I have tried royal, how does the white compare in flavour & aroma?

thanks


----------



## Derrick_Y (Apr 26, 2012)

Adam, I do not wish to hi jack your thread but I would like to know your opinion of the Royal? I am very new and was advised by some pipe smokers in the shaving forums to avoid Captain Black. The comments were alomng the lines of



> Always burned hot, very wet, and the sour bad aromatic taste


Regrettably it is one of the tobaccos I can probably find here without having to drive 2 hours or mail order


----------



## johnb (Feb 20, 2012)

i tried the white. (it was my first pipe tobacco) i didn't mind it too much. its a decent aro.. give it a go. the only one who can decide if you like it is you. BUT if you want to order online i would reccomend smokingpipes.com and 4noggins.com


----------



## Nick S. (Jul 10, 2011)

They both basically have the same flavor and aroma the main difference is the content tobacco. White has black Cavendish and burley and Royal has gold and black Cavendish. 
Check out this comparison Captain Black Pipe Tobacco Review | The #1 Source for Pipes and Pipe Tobacco Information

Derrick, Personally I don't understand all the hate directed at the Captain Black tobaccos, they are great for what they are, and when smoked properly they taste great and don't bite. I would say give it a try, and never base your purchasing solely on the opinions of others, everyones taste and experience is different.


----------



## blackadam (Jun 28, 2011)

Personally, I find pipe smokers can be a bit dramatic. 

It does take forever to dry out, the taste is a bit flat but if smoked slowly some sweetness is found. IMHO take criticisms of burn temp with a grain of salt.

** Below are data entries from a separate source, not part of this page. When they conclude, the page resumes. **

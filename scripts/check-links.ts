import path from 'node:path';
import type { Audit, Tree } from './audit.ts';

const link = /!?\[[^\]]*\]\(([^)\s]+)(?:\s+"[^"]*")?\)/g;

function slug(heading: string): string {
  return heading
    .trim()
    .toLowerCase()
    .replace(/[^\p{L}\p{N}\s-]/gu, '')
    .replace(/\s/g, '-');
}

function anchors(markdown: string): string[] {
  return [...markdown.matchAll(/^#+\s+(.+)$/gm)].map((match) => slug(match[1] ?? ''));
}

function brokenTarget(tree: Tree, from: string, target: string): string | undefined {
  const [place = '', anchor] = target.split('#');
  const file = place === '' ? from : path.posix.normalize(path.posix.join(path.posix.dirname(from), place));
  const folder = file.endsWith('/') ? file : `${file}/`;
  if (tree.files.some((known) => known.startsWith(folder))) return undefined;
  if (!tree.files.includes(file)) return `nothing stands at ${file}`;
  if (anchor === undefined || !file.endsWith('.md') || anchors(tree.read(file)).includes(anchor))
    return undefined;
  return `${file} has no heading for #${anchor}`;
}

export const audit: Audit = {
  name: 'every link in the documents leads somewhere',
  find: (tree) =>
    tree.files
      .filter((file) => file.endsWith('.md'))
      .flatMap((file) =>
        [...tree.read(file).matchAll(link)].flatMap(([, target = '']) => {
          if (/^(https?|mailto):/.test(target)) return [];
          const broken = brokenTarget(tree, file, target);
          return broken ? [`${file}: (${target}): ${broken}`] : [];
        }),
      ),
};
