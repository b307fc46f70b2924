// Brings node_modules in line with the lockfile. Built-in modules only: it runs before anything is installed.
import { spawnSync } from 'node:child_process';
import { createHash } from 'node:crypto';
import { existsSync, readdirSync, readFileSync, writeFileSync } from 'node:fs';
import path from 'node:path';
import { fileURLToPath } from 'node:url';

export const root = path.resolve(path.dirname(fileURLToPath(import.meta.url)), '..');
const stamp = path.join(root, 'node_modules/.installed-from');

/** npm's own settings must not reach pnpm, nor anything else that is started from here; only where packages come from. */
export function forgetNpmSettings() {
  for (const name of Object.keys(process.env)) {
    if (/^npm_(?!config_registry$)/i.test(name)) delete process.env[name];
  }
}

function manifests() {
  const workspaces = ['apps', 'packages'].flatMap((folder) =>
    readdirSync(path.join(root, folder)).map((name) => path.join(folder, name, 'package.json')),
  );
  return ['pnpm-lock.yaml', 'pnpm-workspace.yaml', 'package.json', ...workspaces]
    .map((file) => path.join(root, file))
    .filter((file) => existsSync(file));
}

function wanted() {
  const hash = createHash('sha256');
  for (const file of manifests()) hash.update(file).update(readFileSync(file));
  return hash.digest('hex');
}

/**
 * @param {string[]} args
 * @param {import('node:child_process').StdioOptions} stdio
 */
export function pnpm(args, stdio = 'inherit') {
  const { packageManager } = JSON.parse(readFileSync(path.join(root, 'package.json'), 'utf8'));
  const name = packageManager.split('+')[0];
  return spawnSync('npx', ['--yes', '--prefer-offline', name, ...args], {
    cwd: root,
    stdio,
    env: process.env,
  });
}

/** @param {{ quiet?: boolean }} options quiet: everything it says goes to standard error */
export function install({ quiet = false } = {}) {
  const hash = wanted();
  if (existsSync(stamp) && readFileSync(stamp, 'utf8') === hash) return;
  const args = ['install', '--frozen-lockfile', '--prefer-offline', '--reporter=append-only'];
  const done = pnpm(args, quiet ? ['ignore', 2, 2] : ['ignore', 'inherit', 'inherit']);
  if (done.status !== 0) {
    process.stderr.write('The packages could not be installed: the lines above say why.\n');
    process.exit(done.status ?? 1);
  }
  writeFileSync(stamp, hash);
}
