import { expect, it } from 'vitest';
import { treeOf } from './audit.ts';
import { audit } from './check-decisions.ts';

const sound =
  '# 1. Keep it small\n\n- Date: 2026-12-01\n- Status: accepted\n\n## Context\nx\n## Decision\nx\n## Consequences\nx\n';

it('accepts a whole record', () => {
  expect(audit.find(treeOf({ 'docs/decisions/0001-keep-it-small.md': sound }))).toEqual([]);
});

it.each([
  ['a gap in the numbers', '0002-keep-it-small.md', sound.replace('# 1.', '# 2.')],
  ['a missing date', '0001-keep-it-small.md', sound.replace('- Date', '- Day')],
  ['an unknown status', '0001-keep-it-small.md', sound.replace('accepted', 'maybe')],
  ['a missing section', '0001-keep-it-small.md', sound.replace('## Context\nx\n', '')],
  ['another name', '1-Keep.md', sound],
])('finds %s', (_what, file, text) => {
  expect(audit.find(treeOf({ [`docs/decisions/${file}`]: text }))).toHaveLength(1);
});

it('finds that there is none', () => {
  expect(audit.find(treeOf({}))).toHaveLength(1);
});
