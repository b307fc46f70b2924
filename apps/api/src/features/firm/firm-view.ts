import type { FirmRole } from '@farlug/contract/route';
import type { FirmView } from '@farlug/contract/routes';
import {
  type FirmTransaction,
  firmSettings,
  listConductors,
  listInvitations,
  listMembers,
  listPresets,
  readDefaults,
  roleOf,
} from '@farlug/db';

/** The firm as a member sees it; whom it invited is for administrators. */
export async function firmViewOf(tx: FirmTransaction, personId: string): Promise<FirmView> {
  const settings = await firmSettings(tx);
  if (settings === null) throw new Error('a member of a firm that is not there');
  const role: FirmRole = (await roleOf(tx, personId)) ?? 'estimator';
  const invitations = role === 'admin' ? await listInvitations(tx) : [];
  return {
    id: tx.firmId,
    settings,
    role,
    members: await listMembers(tx),
    invitations: invitations.map(({ expiresAt, ...rest }) => ({
      ...rest,
      expiresAt: expiresAt.toISOString(),
    })),
    presets: await listPresets(tx),
    defaults: await readDefaults(tx),
    conductors: await listConductors(tx),
  };
}
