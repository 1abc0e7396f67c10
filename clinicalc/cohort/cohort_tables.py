"""The table [cohort] of a study or a validation file: the file of people, its outcome, what its columns mean."""

from typing import Literal

from msgspec import UNSET, UnsetType, field

from clinicalc.coefficients.file_types import FileStruct, Id, Text

Cells = Text | float | tuple[Text | float, ...]
"""What stands in cells of the file: one text or number, or several that mean the same."""


class TimeToEventTable(FileStruct, frozen=True, tag_field="kind", tag="time_to_event"):
    """How long each person was followed and what ended it: `time` in `unit`, or the dates `start` and `end`."""

    status: Text
    event: Cells
    time: Text | UnsetType = UNSET
    unit: Literal["a", "mo", "wk", "d"] | UnsetType = UNSET
    start: Text | UnsetType = UNSET
    end: Text | UnsetType = UNSET
    born: Text | UnsetType = UNSET
    censored: Cells | UnsetType = UNSET
    competing: Cells | UnsetType = UNSET
    entry: Text | UnsetType = UNSET


class BinaryTable(FileStruct, frozen=True, tag_field="kind", tag="binary"):
    """An outcome that is known of everybody."""

    column: Text
    event: Cells
    no_event: Cells | UnsetType = UNSET


class ColumnTable(FileStruct, frozen=True):
    """Where a predictor stands in the file; what is left out is the predictor's own id, unit and answers."""

    column: Text | UnsetType = UNSET
    unit: Text | UnsetType = UNSET
    missing: Cells | UnsetType = UNSET
    levels: dict[Id, Cells] | UnsetType = UNSET


class CohortTable(FileStruct, frozen=True):
    """The file of people, from the study's folder, and what its columns mean."""

    file: Text
    outcome: TimeToEventTable | BinaryTable
    person: Text | UnsetType = UNSET
    columns: dict[Id, ColumnTable] = field(default_factory=dict)


def spell_cells(cells: Cells | UnsetType) -> tuple[str, ...]:
    """The texts of cells, numbers as they are written: 1 and 1.0 are "1"."""
    if isinstance(cells, UnsetType):
        return ()
    found = cells if isinstance(cells, tuple) else (cells,)
    return tuple(item if isinstance(item, str) else format(item, ".15g") for item in found)
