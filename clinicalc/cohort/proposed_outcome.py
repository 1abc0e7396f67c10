"""Which columns may hold the outcome: time, status, entry, dates, and who the line is about; with the reasons."""

from collections.abc import Iterator, Sequence
from dataclasses import dataclass

import numpy as np

from clinicalc.coefficients.pointers import listed, quoted
from clinicalc.coefficients.spans import Span
from clinicalc.cohort.dates import take_dates
from clinicalc.cohort.dictionary import ColumnEntry, OutcomeKind, OutcomePlan, Role
from clinicalc.cohort.matching import match_cells
from clinicalc.cohort.missing_cells import find_missing
from clinicalc.cohort.name_likeness import words_of
from clinicalc.cohort.people import number_groups
from clinicalc.cohort.proposed_value import head_of
from clinicalc.cohort.raw import RawColumn

_NAMES = {
    Role.BORN: {"born", "birth", "dob", "birthdate", "birthday"},
    Role.START: {"start", "entry", "enrol", "enrolment", "baseline", "index", "begin", "from", "inclusion"},
    Role.END: {"end", "exit", "last", "stop", "until", "death", "followup", "fu", "censoring"},
    Role.TIME: {
        "time",
        "days",
        "day",
        "months",
        "weeks",
        "years",
        "futime",
        "followup",
        "fu",
        "survtime",
        "tte",
        "dtime",
    },
    Role.ENTRY: {"entry", "tstart", "start", "delayed", "entered"},
    Role.STATUS: {
        "status",
        "event",
        "died",
        "dead",
        "death",
        "outcome",
        "fustat",
        "cens",
        "censor",
        "censored",
        "state",
    },
    Role.PERSON: {"person", "id", "patient", "pid", "subject", "ptid", "patid", "participant", "patientid"},
    Role.CLUSTER: {"practice", "centre", "center", "site", "hospital", "clinic", "cluster", "region"},
}
_UNITS = {
    "d": ("day", "days"),
    "wk": ("week", "weeks"),
    "mo": ("month", "months", "mo"),
    "a": ("year", "years", "yr", "yrs"),
}
_EVENT = {"1", "yes", "true", "dead", "died", "death", "event", "relapse", "deceased"}
_NO_EVENT = {"0", "no", "false", "alive", "censored", "none", "no event", "event-free", "living"}


@dataclass(frozen=True, slots=True)
class OutcomeProposal:
    """The plan, and an entry with its reason for every column that it uses, and for person and cluster."""

    plan: OutcomePlan
    entries: tuple[ColumnEntry, ...]

    def column(self, role: Role) -> str:
        """The name of the column in a role, "" for none."""
        return next((entry.column for entry in self.entries if entry.role is role), "")


def propose_outcome(columns: Sequence[RawColumn]) -> OutcomeProposal:
    """The outcome among columns that are no predictor's; a plan without names where nothing looks like one."""
    entries: list[ColumnEntry] = []
    for role in (Role.PERSON, Role.BORN, Role.START, Role.END, Role.TIME, Role.ENTRY, Role.STATUS, Role.CLUSTER):
        used = {entry.column for entry in entries}
        free = [raw for raw in columns if raw.name not in used]
        entries += _best(role, free, {entry.role for entry in entries})
    timed = any(entry.role in (Role.TIME, Role.END) for entry in entries)
    by_role = {entry.role: entry for entry in entries}
    status = by_role.get(Role.STATUS)
    texts = next((_texts(raw) for raw in columns if status and raw.name == status.column), [])
    event, nothing, competing = _sort_texts(texts)
    if status:
        said = f"{status.reason} Taken for the event: {listed(map(quoted, event))}."
        said += f" For a competing event: {listed(map(quoted, competing))}." if competing else ""
        role = Role.STATUS if timed else Role.OUTCOME
        by_role[Role.STATUS] = ColumnEntry(status.column, role, reason=said)
    name = {role: entry.column for role, entry in by_role.items()}
    if not timed:
        plan = OutcomePlan(OutcomeKind.BINARY, name.get(Role.STATUS, ""), event=event, no_event=nothing + competing)
        return OutcomeProposal(plan, tuple(by_role.values()))
    plan = OutcomePlan(
        OutcomeKind.TIME_TO_EVENT,
        time=name.get(Role.TIME, ""),
        status=name.get(Role.STATUS, ""),
        entry=name.get(Role.ENTRY, ""),
        start=name.get(Role.START, ""),
        end=name.get(Role.END, ""),
        born=name.get(Role.BORN, ""),
        unit=next((by_role[Role.TIME].unit for _ in range(1) if Role.TIME in by_role), "d"),
        event=event,
        censored=nothing,
        competing=competing,
    )
    return OutcomeProposal(plan, tuple(by_role.values()))


def _best(role: Role, columns: Sequence[RawColumn], roles: set[Role]) -> Iterator[ColumnEntry]:
    """The first column whose name and cells are those of a role, where the role has a place beside those there."""
    if role in (Role.TIME, Role.ENTRY) and {Role.START, Role.END} <= roles:
        return
    if (role is Role.END and Role.START not in roles) or (role is Role.ENTRY and Role.TIME not in roles):
        return
    for raw in columns:
        named = set(words_of(raw.name)) & _NAMES[role]
        why = _suits(role, head_of(raw)) if named else ""
        if why:
            unit = _time_unit(raw) if role in (Role.TIME, Role.ENTRY) else ""
            said = f'The name has "{min(named)}" in it, and {why}.'
            said += f" Counted in {Span(2, unit).words[2:]}, unless you say otherwise." if unit else ""
            yield ColumnEntry(raw.name, role, unit=unit, reason=said)
            return


def _suits(role: Role, raw: RawColumn) -> str:
    """Why the cells suit a role, "" where they do not."""
    if role in (Role.BORN, Role.START, Role.END):
        days = take_dates(raw)
        known = np.isfinite(days.days).sum()
        return "it holds dates" if known and known >= 10 * days.odd.sum() else ""
    groups = number_groups(raw)
    distinct, known = len(np.unique(groups[groups >= 0])), int((groups >= 0).sum())
    if role is Role.PERSON:
        return "nearly every line has another text there" if known and distinct >= 0.95 * known else ""
    if role is Role.CLUSTER:
        return f"its {distinct} texts stand in many lines each" if 2 <= distinct <= known / 4 else ""
    if role is Role.STATUS:
        return f"it holds {listed(map(quoted, sorted(_texts(raw))))}" if 1 < distinct <= 5 else ""
    numbers = raw.numbers[np.isfinite(raw.numbers)]
    is_time = len(numbers) > 0.5 * len(raw.numbers) and distinct > 5 and float(np.median(numbers)) >= 0
    return "it holds many different numbers" if is_time or (role is Role.ENTRY and len(numbers)) else ""


def _time_unit(raw: RawColumn) -> str:
    words = set(words_of(raw.name))
    named = [code for code, spellings in _UNITS.items() if words & set(spellings)]
    numbers = raw.numbers[np.isfinite(raw.numbers)]
    return named[0] if named else "a" if len(numbers) and float(numbers.max()) <= 40 else "d"


def _texts(raw: RawColumn) -> list[str]:
    return [text for text, _ in match_cells(raw, {}, find_missing(raw)).found]


def _sort_texts(texts: Sequence[str]) -> tuple[tuple[str, ...], tuple[str, ...], tuple[str, ...]]:
    """Which texts mean the event, none, and a competing event."""
    if set(texts) == {"1", "2"}:
        return ("2",), ("1",), ()
    event = tuple(text for text in texts if text.casefold() in _EVENT)
    nothing = tuple(text for text in texts if text.casefold() in _NO_EVENT)
    competing = tuple(text for text in texts if text not in event and text not in nothing)
    return event, nothing, competing if event and nothing else ()
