"""Whether the values of one column lie in two heaps that fit two units of the quantity, or in one that fits another."""

from dataclasses import dataclass

import numpy as np

from clinicalc.cohort.measure import Measure
from clinicalc.cohort.raw import Numbers
from clinicalc.cohort.sightings import Mask
from clinicalc.units.quantity import Range

_LEAST_HEAP = 0.01
"""The smaller heap is this share of the values at least, and two values; fewer are slips of their own."""
_MOST_SHARED = 0.2
"""Of the narrower usual range; units that share more of their digits cannot be told apart by them."""
_MOST = 0.9
"""The share of the values that has to be usual in another unit before that unit is offered for the column."""


@dataclass(frozen=True, slots=True, eq=False)
class Heaps:
    """Which values are usual in the column's unit only, and which in the unit `code` only."""

    own: Mask
    other: Mask
    code: str


def find_heaps(numbers: Numbers, measure: Measure) -> Heaps | None:
    """The two heaps of a column in two units, None where it is in one. NaN belongs to neither."""
    own_range = measure.usual_in(measure.code)
    if own_range is None:
        return None
    known = int(np.isfinite(numbers).sum())
    found: list[tuple[int, Heaps]] = []
    for code in measure.field.quantity.units:
        other_range = measure.usual_in(code)
        if code == measure.code or other_range is None or _shared(own_range, other_range) > _MOST_SHARED:
            continue
        in_own, in_other = _inside(numbers, own_range), _inside(numbers, other_range)
        heaps = Heaps(in_own & ~in_other, in_other & ~in_own, code)
        smaller = int(min(heaps.own.sum(), heaps.other.sum()))
        if smaller >= max(2.0, _LEAST_HEAP * known):
            found.append((smaller, heaps))
    return max(found, key=lambda one: one[0])[1] if found else None


def find_better_unit(numbers: Numbers, measure: Measure) -> str:
    """The unit in which nine tenths of the values would be usual where in their own most are not; "" for none."""
    known = numbers[np.isfinite(numbers)]
    own = measure.usual_in(measure.code)
    if own is None or not len(known) or 2 * _inside(known, own).sum() > len(known):
        return ""
    for code in measure.field.quantity.units:
        usual = measure.usual_in(code)
        if code != measure.code and usual is not None and _inside(known, usual).mean() >= _MOST:
            return code
    return ""


def _inside(numbers: Numbers, usual: Range) -> Mask:
    inside: Mask = (numbers >= usual.low) & (numbers <= usual.high)
    return inside


def _shared(one: Range, other: Range) -> float:
    """How much of the narrower range lies in the other too, on the logarithmic scale where both are above nought."""
    low, high = max(one.low, other.low), min(one.high, other.high)
    if low >= high:
        return 0.0
    if min(one.low, other.low) <= 0:
        return (high - low) / min(one.high - one.low, other.high - other.low)
    return float(np.log(high / low) / min(np.log(one.high / one.low), np.log(other.high / other.low)))
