class TestInstalling:
    def test_everything_that_was_checked_is_shown(self, desk: Desk) -> None:
        ended = desk.install(LIPIDS, "cleo", "--came-from", "the program")
        for words in (
            "Schema and rules: passed.",
            "each was recomputed and comes out.",
            "Not signed by anybody",
            "Source (published):",
            "Documentation:",
            "Unconfirmed /equations/0/horizons/0/mean_linear_predictor:",
            "Installed by Cleo Fell (Practice manager). Waiting for approval.",
        ):
            assert words in ended.out

    def test_a_look_writes_nothing_and_needs_no_key(self, desk: Desk) -> None:
        ended = desk.library("install", LIPIDS, "--look")
        assert ended.out.endswith("Nothing was installed: this was only a look.\n")
        assert desk.library("list", "--json").record["models"] == []

    def test_the_same_file_is_not_installed_twice(self, approved: Desk) -> None:
        records = sorted(os.listdir(Path(approved.place) / "records"))
        ended = approved.install()
        assert ended.status == 0
        assert "This very file is in the library already, and nothing was written. Approved by Dr Ada Tarn" in (
            ended.out.replace("\n  ", " ")
        )
        assert sorted(os.listdir(Path(approved.place) / "records")) == records

    def test_of_another_version_it_says_how_to_see_the_differences(self, approved: Desk, tmp_path: Path) -> None:
        parsed = json.loads(Path(example(TARNWICK)).read_text("utf-8"))
        parsed["model"]["version"] = "1.0.1"
        (tmp_path / "newer.json").write_text(json.dumps(parsed), "utf-8")
        ended = approved.install(os.fspath(tmp_path / "newer.json"))
        assert "Version 1.0.0 of this model is in the library (in use)." in ended.out
        assert f"clinicalc library diff {FINGERPRINT[:12]} " in ended.out.replace("\n  ", " ")
        named = approved.library("comment", TARNWICK, "Read.", "--key", approved.key("ada"))
        assert "names 2 models of this library: 1.0.0 (e82d 04a7 ad40, in use); 1.0.1" in named.err
        # at the bedside the one in use is meant
        assert call("assess", "--approved", TARNWICK, *WOMAN).status == 0

    def test_a_file_that_is_refused_is_not_installed(self, desk: Desk, tmp_path: Path) -> None:
        text = Path(example(TARNWICK)).read_text("utf-8").replace('"version": "1.0.0"', '"version": "one"')
        (tmp_path / "bad.json").write_text(text, "utf-8")
        assert desk.install(os.fspath(tmp_path / "bad.json")).status == 4
        assert desk.library("list", "--json").record["models"] == []
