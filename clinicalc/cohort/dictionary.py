"""What the columns of a table of people are: the dictionary that a study file gives, or that is proposed."""

from dataclasses import dataclass
from enum import StrEnum


class Role(StrEnum):
    """What a column is for."""

    VALUE = "value"
    TIME = "time"
    STATUS = "status"
    ENTRY = "entry"
    START = "start"
    END = "end"
    OUTCOME = "outcome"
    PERSON = "person"
    CLUSTER = "cluster"
    BORN = "born"
    IGNORED = "ignored"


@dataclass(frozen=True, slots=True)
class ColumnEntry:
    """One column: `predictor` is the id it is the value of ("" for none), `unit` the UCUM code of its cells.

    An empty `unit` is the predictor's own. `levels` are pairs of an answer's id and the text of the cells, more than
    one pair where several texts mean one answer; an answer that no pair names is written as its id. `missing` are
    texts that mean "not measured", besides empty cells, NA, NaN and a lone point. `reason` says why it was proposed.
    """

    column: str
    role: Role = Role.VALUE
    predictor: str = ""
    unit: str = ""
    levels: tuple[tuple[str, str], ...] = ()
    missing: tuple[str, ...] = ()
    reason: str = ""


class OutcomeKind(StrEnum):
    """Whether what happened is known as a yes or no, or by when."""

    BINARY = "binary"
    TIME_TO_EVENT = "time_to_event"


@dataclass(frozen=True, slots=True)
class OutcomePlan:
    """Which columns hold the outcome ("" for one that is not used), and what the texts of the status mean.

    Binary: `column`, with `event` and `no_event`. Time to event: `time` (and `entry`, where people came under
    observation later than time nought) in `unit`, or the dates `start` and `end`, counted in days; `born` is a date
    of birth from which time then counts, with entry at `start`. `status` with `event`, `censored`, `competing`.
    """

    kind: OutcomeKind
    column: str = ""
    time: str = ""
    status: str = ""
    entry: str = ""
    start: str = ""
    end: str = ""
    born: str = ""
    unit: str = "d"
    event: tuple[str, ...] = ()
    no_event: tuple[str, ...] = ()
    censored: tuple[str, ...] = ()
    competing: tuple[str, ...] = ()


@dataclass(frozen=True, slots=True)
class DataDictionary:
    """Everything that is said about a table: `person` and `cluster` are column names, "" where there are none."""

    file: str
    outcome: OutcomePlan
    columns: tuple[ColumnEntry, ...]
    person: str = ""
    cluster: str = ""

It smells delicious in the pouch - mostly vanilla I think but also some chocolate or something. The "room note" is what many would consider THE pipe smell. It is also quite light in nicotine.

That said, it is not anything close to being top shelf. Don't let it be indicative of all pipe smoking can be and don't expect much from it. Captain black royal was the first pipe tobacco I smoked, and I liked it. It's no Escudo or 1792 Flake, but it smells awesome and tastes ok.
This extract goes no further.